Mr. Moorehouse turned out to be a large quietspoken blueeyed jowly man with occasionally a touch of the southern senator in his way of talking. With him were a man named Robbins and a Miss Stoddard, a fraillooking woman with very transparent alabaster skin and a sharp chirpy voice; Dick noticed that she was stunningly welldressed. The restaurant was a little too much like an Episcopal church; Dick said very little, was very polite to Miss Stoddard and kept his eyes and ears open, eating the grandducal food and carefully tasting the mellow wine that nobody else seemed to pay any attention to. Miss Stoddard kept everybody talking, but nobody seemed to want to commit themselves to saying anything about the peace conference. Miss Stoddard told with considerable malice about the furnishings of the hôtel de Mûrat and the Wilsons’ colored maid and what kind of clothes the President’s wife, whom she insisted on calling Mrs. Galt, was wearing. It was a relief when they got to the cigars and liqueurs. After dinner Colonel Edgecombe offered to drop Mr. Moorehouse at the Crillon, as he staffcar had come for him. Dick and Mr. Robbins took Miss Stoddard home in a taxicab to her apartment opposite Nôtre Dâme on the left bank. They left her at her door. “Perhaps you’ll come around some afternoon to tea, Captain Savage,” she said.
The taximan refused to take them any further, said it was late and that he was bound home to Noisy-le-sec and drove off. Robbins took hold of Dick’s arm. “Now for crissake let’s go and have a decent drink. . . . Boy, I’m sick of the bigwigs.” “All right,” said Dick, “where’ll we go?” Walking along the foggy quay, past the shadowly bulk of Nôtre Dâme, they talked scatteringly about Paris and how cold it was. Robbins was a short man with an impudent bossy look on his red face. In the café it was only a little less chilly than in the street. “This climate’s going to be the death of me,” said Robbins, snuggling his chin down in his overcoat. “Woolly underwear’s the only answer, that’s one thing I’ve learned in the army,” said Dick laughing.

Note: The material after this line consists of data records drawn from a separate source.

@dataclass(frozen=True, eq=False)
class Shape:
    """How a field falls with solar zenith angle: one positive curve a level, and the nodes it is taken off at."""

    node_deg: Array  # (node,), whole degrees
    at_node: Array  # (level, node)
    fine: Array  # (level, every 0.25 degrees)

    @classmethod
    def of(cls, node_deg: Array, values: Array) -> "Shape":
        """From positive ``values`` (level, node); floored at 1e-7 of the largest."""
        log = np.log(np.maximum(values, _SHAPE_FLOOR * values.max())).T
        query = np.arange(0, node_deg[-1] + _SHAPE_STEP_DEG, _SHAPE_STEP_DEG)
        fine, _ = monotone_cubic(node_deg, log, query)
        return cls(node_deg, np.exp(log.T), np.exp(fine.T))

    def weights(self, level: NDArray[np.int_], cos_chi: Array) -> tuple[NDArray[np.intp], Array, Array]:
        """Lower node of each point and what a field divided by the shape counts at it and at the next node.

        ``level`` and ``cos_chi`` broadcast. Beyond the last node the last value is held.
        """
        degrees = np.degrees(np.arccos(cos_chi))
        place = np.minimum(degrees / _SHAPE_STEP_DEG, self.fine.shape[1] - 1.0)
        low = np.minimum(place.astype(np.intp), self.fine.shape[1] - 2)
        row = level * self.fine.shape[1] + low
        flat = self.fine.ravel()
        here = flat[row]
        here = here + (place - low) * (flat[row + 1] - here)
        whole = np.minimum(degrees, self.node_deg[-1])
        bracket = np.searchsorted(self.node_deg, np.arange(self.node_deg[-1] + 1), side="right") - 1
        bracket = np.minimum(bracket, len(self.node_deg) - 2)
        node = bracket[whole.astype(np.intp)]
        upper = here * (whole - self.node_deg[node]) / np.diff(self.node_deg)[node]
        return node, here - upper, upper


@dataclass(frozen=True, eq=False)
class Field:
    """The solved field. ``tensor`` (level, node, entry, wavelength) and ``ground`` (node, wavelength), divided by their shapes.

    ``ground`` is downward irradiance at the ground, direct light included; ``scattered_ground`` that of light scattered
    twice or more (ground reflections count). All per unit solar irradiance.
    """

    level_altitude_km: Array
    tensor_shape: Shape
    ground_shape: Shape
    tensor: NDArray[np.float32]
    ground: NDArray[np.float32]
    scattered_ground: NDArray[np.float32]


class Fan:
    """Rays in all directions of the quadrature from one level."""

    def __init__(self, shells: Shells, grid: Grid, level: int) -> None:
        self.start = level * grid.substeps
        self.level = level
        radius = shells.planet_radius_km
        altitude = shells.altitude_km[self.start]
        dip_cosine = np.sqrt(altitude * (2 * radius + altitude)) / (radius + altitude)
        self.cos_zenith, self.solid_angle = grid.cosines(dip_cosine)
        self.sin_zenith = np.sqrt(1 - self.cos_zenith**2)
        self.cos_phi, self.sin_phi, phi_weight = grid.azimuths()
        self.solid_angle = self.solid_angle * phi_weight
        tangent = tangent_altitude(altitude, self.cos_zenith, radius)
        factors = shells.slant_factors(tangent)[..., None]
        self.fine = crossings(
            shells.altitude_km, factors * shells.scattering_depth, factors * shells.extinction_depth,
            self.start, self.cos_zenith, radius,
        )  # fmt: skip
        starts = np.arange(0, factors.shape[1], grid.substeps)
        self.coarse = crossings(
            shells.altitude_km[:: grid.substeps],
            np.add.reduceat(factors * shells.scattering_depth, starts, axis=1),
            np.add.reduceat(factors * shells.extinction_depth, starts, axis=1),
            level, self.cos_zenith, radius,
        )  # fmt: skip

    def sight(self, chi: Array) -> dipole.Vector:
        """Directions of sight, each component (ray, chi, azimuth)."""
        return dipole.sight(
            self.cos_zenith[:, None, None], self.sin_zenith[:, None, None], self.cos_phi, self.sin_phi,
            np.cos(chi)[:, None], np.sin(chi)[:, None],
        )  # fmt: skip


@dataclass(frozen=True, eq=False)
class FirstOrder:
    """Singly scattered light at a level: ``tensor`` (chi, entry, wavelength), ``irradiance`` (chi, wavelength) on the level's upper side."""

    tensor: Array
    irradiance: Array


def first_order(table: SunTable, fan: Fan, chi: Array, a: Array, b: Array) -> FirstOrder:
    """Gather the light scattered once from the beam at solar zenith angles ``chi`` [rad] at the fan's level."""
    omega = fan.sight(chi)
    _, e_rho, e_alpha = dipole.projected_axes(omega)
    cos_chi, sin_chi = np.cos(chi)[:, None], np.sin(chi)[:, None]
    tensor = np.zeros((len(chi), dipole.ENTRIES, len(a)))
    irradiance = np.zeros((len(chi), len(a)))
    for ray in range(len(fan.cos_zenith)):
        reached = np.nonzero(fan.fine.reached[ray])
        if fan.start == 0 and fan.cos_zenith[ray] < 0:
            continue
        turn = (fan.fine.cos_turn[ray][reached][:, None, None], fan.fine.sin_turn[ray][reached][:, None, None])
        cos_there = np.clip(cos_chi * turn[0] + sin_chi * turn[1] * fan.cos_phi, -1, 1)
        beam = table.at(reached[1][:, None, None], cos_there)
        light = np.einsum("qxpl,ql->xpl", beam, fan.fine.weight[ray][reached].astype(np.float32), optimize=False)
        across = dipole.Vector(*(component[ray] for component in e_rho)), dipole.Vector(*(component[ray] for component in e_alpha))
        dipolar = [0.5 * (r + t) for r, t in zip(dipole.tensor_entries(across[0], across[0]), dipole.tensor_entries(across[1], across[1]), strict=True)]
        plain = _projector_entries(dipole.Vector(*(component[ray] for component in omega)))
        weight = fan.solid_angle[ray]
        for entry in range(dipole.ENTRIES):
            tensor[:, entry] += weight * (
                a * np.einsum("xp,xpl->xl", dipolar[entry], light) + b * np.einsum("xp,xpl->xl", plain[entry], light)
            )
        if fan.cos_zenith[ray] > 0:
            phase = dipole.trace(dipolar, 0)
            irradiance += weight * fan.cos_zenith[ray] * (a * np.einsum("xp,xpl->xl", phase, light) + 2 * b * light.sum(axis=1))
    return FirstOrder(tensor, irradiance)


def solve_field(shells: Shells, table: SunTable, grid: Grid, depolarisation: Array, albedo: Array, typical: int) -> Field:
    """All orders, all sun positions. ``typical``: index of the wavelength whose first order gives the shapes."""
    a, b = dipole.molecular_coefficients(depolarisation)
    node_deg = solar_zenith_nodes_deg()
    chi = np.radians(node_deg)
    altitude = shells.altitude_km[:: grid.substeps]
    with ThreadPoolExecutor(_THREADS) as pool:
        fans = list(pool.map(lambda level: Fan(shells, grid, level), range(len(altitude))))
        firsts = list(pool.map(lambda fan: first_order(table, fan, chi, a, b), fans))
    direct = np.maximum(np.cos(chi), 0)[:, None] * table.at(np.zeros(len(chi), np.intp), np.cos(chi))
    tensor = np.stack([first.tensor for first in firsts])
    ground = direct + firsts[0].irradiance
    tensor_shape = Shape.of(node_deg, dipole.trace(tensor[..., typical], 2))
    ground_shape = Shape.of(node_deg, ground[None, :, typical])
    solved = np.empty(tensor.shape, np.float32)
    lit_ground = np.empty(ground.shape, np.float32)
    for first in range(0, len(a), _BLOCK):
        block = slice(first, first + _BLOCK)
        operator = _Operator(fans, block, chi, (tensor_shape, ground_shape), (a[block], b[block]), albedo[block])
        solved[..., block], lit_ground[..., block] = operator.solve(tensor[..., block], ground[..., block])
        del operator
    scattered = lit_ground - ground / ground_shape.at_node[0][:, None]
    return Field(altitude, tensor_shape, ground_shape, solved, lit_ground, scattered.astype(np.float32))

They settled on a plush bench near the stove at the end of the cigarsmoky giltornamented room. Robbins ordered a bottle of Scotch whiskey, glasses, lemon, sugar and a lot of hot water. It took a long time to get the hot water, so Robbins poured them each a quarter of a tumbler of the whiskey straight. When he’d drunk his, his face that had been sagging and tired, smoothed out so that he looked ten years younger. “Only way to keep warm in this goddam town’s to keep stewed.” “Still I’m glad to be back in little old Paree,” said Dick, smiling and stretching his legs out under the table. “Only
place in the world to be right at present,” said Robbins. “Paris is the hub of the world . . . unless it’s Moscow.”
At the word Moscow a Frenchman playing checkers at the next table brought his eyes up from the board and stared at the two Americans. Dick couldn’t make out what there was in his stare; it made him uneasy. The waiter came with the hot water. It wasn’t hot enough, so Robbins made a scene and sent it back. He poured out a couple of halftumblers of straight whiskey to drink while they were waiting. “Is the President going to recognize the soviets?” Dick found himself asking in a low voice.
“I’m betting on it . . . I believe he’s sending an unofficial mission. Depends a little on oil and manganese . . . it used to be King Coal, but now it’s Emperor Petroleum and Miss Manganese, queen consort of steel. That’s all in the pink republic of Georgia . . . I hope to get there soon, they say that they have the finest wine and the most beautiful women in the world. By God, I got to get there. . . . But the oil . . . God damn it, that’s what this damned idealist Wilson can’t understand, while they’re setting him up to big feeds at Buckingham palace the jolly old British army is occupying Mosul, the Karun River, Persia . . . now the latrine news has it that they’re in Baku . . . the future oil metropolis of the world.”